■ Stored data entries
● ● ● ● ● ● ●
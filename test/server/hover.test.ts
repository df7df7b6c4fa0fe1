// Hovers on a cantilever of 2 m, EI = 1 MN m², 1.5 kN at its tip: δ = P L³ / 3EI = 4 mm, θ = P L² / 2EI = 3 mrad,
// M = P L = 3 kN m with tension above; and on a beam of 6 m with 2 kN/m: δ = 5 w L⁴ / 384 EI = 33.75 mm at mid-span.
import { describe, expect, test } from 'vitest';
import { fenced, hoverLines } from './open.ts';

const CANTILEVER = `section Arm: EI 1 MN m2
member R1, Arm: A -- 2 m -- B
support A: fixed
load sign: 1.5 kN down at B
find tip: deflection at B
require root: moment at A in R1 <= 4 kN m "brief"
let half = 1.5 kN / 2`;

const cantilever = (words: string, marked: string): string => fenced(CANTILEVER.replace(words, marked));

describe('on a member', () => {
  test('the largest movement with place and span ratio, end moments and force', () => {
    const lines = hoverLines(cantilever('member R1', 'member R¦1'));
    expect(lines[0]).toMatch(/^R1 member, .*2\.000 m$/);
    expect(lines.slice(1)).toEqual([
      'Largest movement: 4.000 mm down, at B, span/500',
      'Ends move: at B 4.000 mm down',
      'Largest moment: 3.000 kN m, tension above, at A',
      'Moment: at A 3.000 kN m, tension above; at B 0 kN m',
      'Force: 0 kN',
    ]);
  });

  test('the combination that governs is named where there was a choice', () => {
    const text = `section P: EI 1 MN m2
member B1, P: A -- 6 m -- B
support A: pinned
support B: roller
load dead: 1 kN/m down on B1
load snow: 1 kN/m down on B1
combine light: dead
combine heavy: dead + snow
find most: moment in B¦1 under heavy`;
    const lines = hoverLines(fenced(text));
    expect(lines).toContain('Largest movement: 33.75 mm down, 3.000 m from A, span/177');
    expect(lines).toContain('Under: heavy: dead + snow');
  });

  test('a combination under which the note asks for no movement does not count where it asks for others', () => {
    const text = `section P: EI 1 MN m2
member B1, P: A -- 6 m -- B
support A: pinned
support B: roller
load dead: 2 kN/m down on B1
combine service: dead
combine strength: 1.35 dead
find mid: deflection of B¦1 under service
find most: moment in B1 under strength`;
    expect(hoverLines(fenced(text)).slice(1, 3)).toEqual([
      'Under: service: dead',
      'Largest movement: 33.75 mm down, 3.000 m from A, span/177',
    ]);
  });

  test('a drawing travels inside the hover, for an editor that shows Markdown', () => {
    const marked = cantilever('member R1', 'member R¦1');
    const [light, dark] = (['light', 'dark'] as const).map(
      drawings => hoverLines(marked, { format: 'markdown', drawings }).at(-1) ?? '',
    );
    expect(light).toMatch(/^!\[.+\]\(data:image\/svg\+xml;base64,[A-Za-z0-9+/=]+\)$/);
    expect(dark).not.toBe(light);
    expect(hoverLines(marked, { format: 'markdown', drawings: undefined }).join('')).not.toContain('data:');
  });

  test('of a structure that nothing holds: why there is no figure', () => {
    const lines = hoverLines(
      fenced('section P: EI 1 MN m2\nmember B¦1, P: A -- 6 m -- B\nload dead: 1 kN/m down on B1'),
    );
    expect(lines[1]).toMatch(/^Movement: ./);
    expect(lines.join()).not.toMatch(/NaN|undefined|Infinity/);
  });
});

describe('on a point and a support', () => {
  test('the reaction in every direction', () => {
    const lines = hoverLines(cantilever('support A', 'support ¦A'));
    expect(lines[0]).toBe('A point at 0 m, 0 m');
    expect(lines.at(-1)).toBe('Reaction, sign: 1.500 kN up, 3.000 kN m anticlockwise');
  });

  test('the movement of a free point', () => {
    const lines = hoverLines(cantilever('down at B', 'down at B¦'));
    expect(lines).toEqual(['B point at 2.000 m, 0 m', 'Movement, sign: 4.000 mm down, 0.003000 rad clockwise']);
  });
});

describe('on a load', () => {
  const beam = (load: string): string =>
    fenced(`section P: A 10 cm2, EI 1 MN m2, E 200 GPa
member B1, P: A -- 3 m right, 4 m up -- B
support A: pinned
support B: roller
load dead: ${load}`);

  test('a force', () => {
    expect(hoverLines(cantilever('1.5 kN down', '1.¦5 kN down'))).toEqual([
      'sign load, unfactored',
      'Resultant: 1.500 kN down',
    ]);
  });

  test('a line load along an inclined member of 5 m', () => {
    expect(hoverLines(beam('2 ¦kN/m down on B1'))[1]).toBe('Resultant: 10.00 kN down');
  });

  test('on plan, it counts the 3 m of its run', () => {
    expect(hoverLines(beam('2 ¦kN/m down on plan B1'))[1]).toBe('Resultant: 6.000 kN down');
  });

  test('square to it, downwards: 10 kN at right angles to a slope of 3 in 4', () => {
    expect(hoverLines(beam('2 ¦kN/m square down on B1'))[1]).toBe('Resultant: 6.000 kN down, 8.000 kN to the right');
  });

  test('varying, over a part: the mean of 1 and 3 kN/m over 2 m', () => {
    expect(hoverLines(beam('1 ¦kN/m to 3 kN/m right on B1 from 1 m to 3 m'))[1]).toBe(
      'Resultant: 4.000 kN to the right',
    );
  });

  test('a couple', () => {
    expect(hoverLines(beam('6 kN ¦m clockwise at B'))[1]).toBe('Resultant: 6.000 kN m clockwise');
  });

  test('heat and lack of fit have no resultant', () => {
    const frame = (load: string): string => beam(load).replace('A 10 cm2', 'A 10 cm2, alpha 12e-6 /K, depth 0.2 m');
    expect(hoverLines(frame('heat B1 ¦by 25 K'))[1]).toBe('Resultant: none; heated 25 K');
    expect(hoverLines(frame('heat B1 by 30 K ¦above, 5 K below'))[1]).toBe(
      'Resultant: none; heated 30 K above, 5 K below',
    );
    expect(hoverLines(frame('shorten B1 ¦by 3 mm'))[1]).toBe('Resultant: none; 3 mm too short');
  });

  test('a case: all its loads', () => {
    const lines = hoverLines(fenced(`${CANTILEVER}\nload sign: 0.5 kN right at B\nfind drift: sway at B under si¦gn`));
    expect(lines).toEqual(['sign case, unfactored', 'Resultant: 1.500 kN down, 0.5000 kN to the right']);
  });
});

describe('on a result and a value', () => {
  test('value, limit, use and every digit', () => {
    const lines = hoverLines(cantilever('require root', 'require ro¦ot'));
    expect(lines[0]).toMatch(/^root moment at A in R1/);
    expect(lines).toContain('Limit: at most 4 kN m (brief)');
    expect(lines).toContain('State: met, use 0.750');
    expect(lines).toContain('All digits: -3000 N m');
  });

  test('a value', () => {
    expect(hoverLines(cantilever('let half', 'let ha¦lf'))).toEqual([
      'half value',
      'Value: 0.7500 kN',
      'All digits: 750 N',
    ]);
  });

  test('a value in the prose', () => {
    const lines = hoverLines(`${fenced(CANTILEVER)}\nThe tip moves \`tautline ti¦p\`.`);
    expect(lines).toEqual(['tip value in the text', 'Value: 4.000 mm down', 'All digits: 0.004 m']);
  });
});

describe('elsewhere', () => {
  test('a keyword says what the statement is for', () => {
    expect(hoverLines(cantilever('support A', 'sup¦port A'))[0]).toMatch(/^support ./);
  });

  test('nothing in the prose', () => {
    expect(hoverLines(`One ¦arm.\n\n${fenced(CANTILEVER)}`)).toEqual([]);
  });

  test('words of a note never become markup', () => {
    const text = fenced('structure S "<b>*x*</b> [a](http://b)"\nmember R1: A -- 2 m -- B').replace(
      'structure S',
      'structure ¦S',
    );
    const [line] = hoverLines(text, { format: 'markdown', drawings: undefined });
    expect(line).toContain('\\<b\\>\\*x\\*\\</b\\> \\[a\\](http\\://b)');
  });
});

test('on a point or a joint, how members are attached there', () => {
  const text = `section P: EI 1 MN m2, EA 40 MN
member B1, P: A -- 3 m -- B -- 3 m -- C
support A: fixed
support C: fixed
conn¦ection A in B1: 850 kN m/rad
release B in B1: axial
load dead: 1 kN/m down on B1
find mid: deflection at B`;
  expect(hoverLines(fenced(text.replace('conn¦ection A in', 'connection ¦A in')))).toContain(
    'B1: semi-rigid, 850.0 kN m/rad',
  );
  const at = text.replace('¦', '').replace('release B in', 'release ¦B in');
  expect(hoverLines(fenced(at))).toContain('B1: free along its axis');
});
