// The unit states: what one unit of a redundant, and none of the others, causes in the primary structure.

import { type ForceState, NOTHING_IMPOSED, type PrimaryStructure } from './primary.ts';
import { type Statics, toPhysicalUnits, unitOf } from './statics.ts';
import { selfBalance } from './substitution.ts';

/** Forces in balance among themselves: `forces[i]`, N or N m, is that of unknown `unknowns[i]`. */
export interface UnitState {
  /** The redundant, whose own force is 1 N or 1 N m. */
  readonly redundant: number;
  readonly unknowns: Int32Array;
  readonly forces: Float64Array;
}

/** Of all redundants, in the order of the elimination. */
export function unitStates({ statics, elimination }: PrimaryStructure): UnitState[] {
  const scratch = new Float64Array(statics.rowCount);
  const dense = new Float64Array(statics.unknownCount);
  return elimination.redundants.map((redundant, index) => {
    dense.fill(0);
    selfBalance(elimination, index, scratch, dense);
    toPhysicalUnits(statics, dense);
    const unit = unitOf(statics, redundant);
    let count = 0;
    for (let unknown = 0; unknown < dense.length; unknown++) if (dense[unknown] !== 0) count++;
    const unknowns = new Int32Array(count);
    const forces = new Float64Array(count);
    for (let unknown = dense.length - 1; count > 0; unknown--) {
      if (dense[unknown] === 0) continue;
      unknowns[--count] = unknown;
      forces[count] = dense[unknown]! / unit;
    }
    return { redundant, unknowns, forces };
  });
}

/** The same as forces by unknown. */
export function forcesOfUnit(statics: Statics, state: UnitState): ForceState {
  const unknowns = new Float64Array(statics.unknownCount);
  addState(state, 1, unknowns);
  return { unknowns, spans: new Map(), imposed: NOTHING_IMPOSED };
}

/** Work of the state on strains given by unknown. */
export function workOf({ unknowns, forces }: UnitState, strains: Float64Array): number {
  let work = 0;
  for (let index = 0; index < unknowns.length; index++) work += forces[index]! * strains[unknowns[index]!]!;
  return work;
}

/** Adds `factor` times the state to forces by unknown. */
export function addState({ unknowns, forces }: UnitState, factor: number, result: Float64Array): void {
  for (let index = 0; index < unknowns.length; index++) result[unknowns[index]!]! += factor * forces[index]!;
}
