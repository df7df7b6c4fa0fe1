export { type CaseForces, ForceMethod, prepare } from './force-method.ts';
export { movement, movementOf } from './movement.ts';
export { type Preference, stiffestFromTheGround } from './preference.ts';
export { type PrimaryStructure, primaryStructure, virtualSystem } from './primary.ts';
● ● ● ● ● ● ●
■ Prompt
From the first line of the entries above to the line with "expect(lines[0]).toMatch(/^R1 member, .*2\.000", please return every line exactly, keeping both ends.

■ Answer box
filename test/server/hover.test.ts
repository df7df7b6c4fa0fe1
// Hovers on a cantilever of 2 m, EI = 1 MN m², 1.5 kN at its tip: δ = P L³ / 3EI = 4 mm, θ = P L² / 2EI = 3 mrad,
// M = P L = 3 kN m with tension above; and on a beam of 6 m with 2 kN/m: δ = 5 w L⁴ / 384 EI = 33.75 mm at mid-span.
import { describe, expect, test } from 'vitest';
import { fenced, hoverLines } from './open.ts';

const CANTILEVER = `section Arm: EI 1 MN m2
member R1, Arm: A -- 2 m -- B
support A: fixed
load sign: 1.5 kN down at B
find tip: deflection at B
require root: moment at A in R1 <= 4 kN m "brief"
let half = 1.5 kN / 2`;

const cantilever = (words: string, marked: string): string => fenced(CANTILEVER.replace(words, marked));

describe('on a member', () => {
  test('the largest movement with place and span ratio, end moments and force', () => {
    const lines = hoverLines(cantilever('member R1', 'member R¦1'));
    expect(lines[0]).toMatch(/^R1 member, .*2\.000 m$/);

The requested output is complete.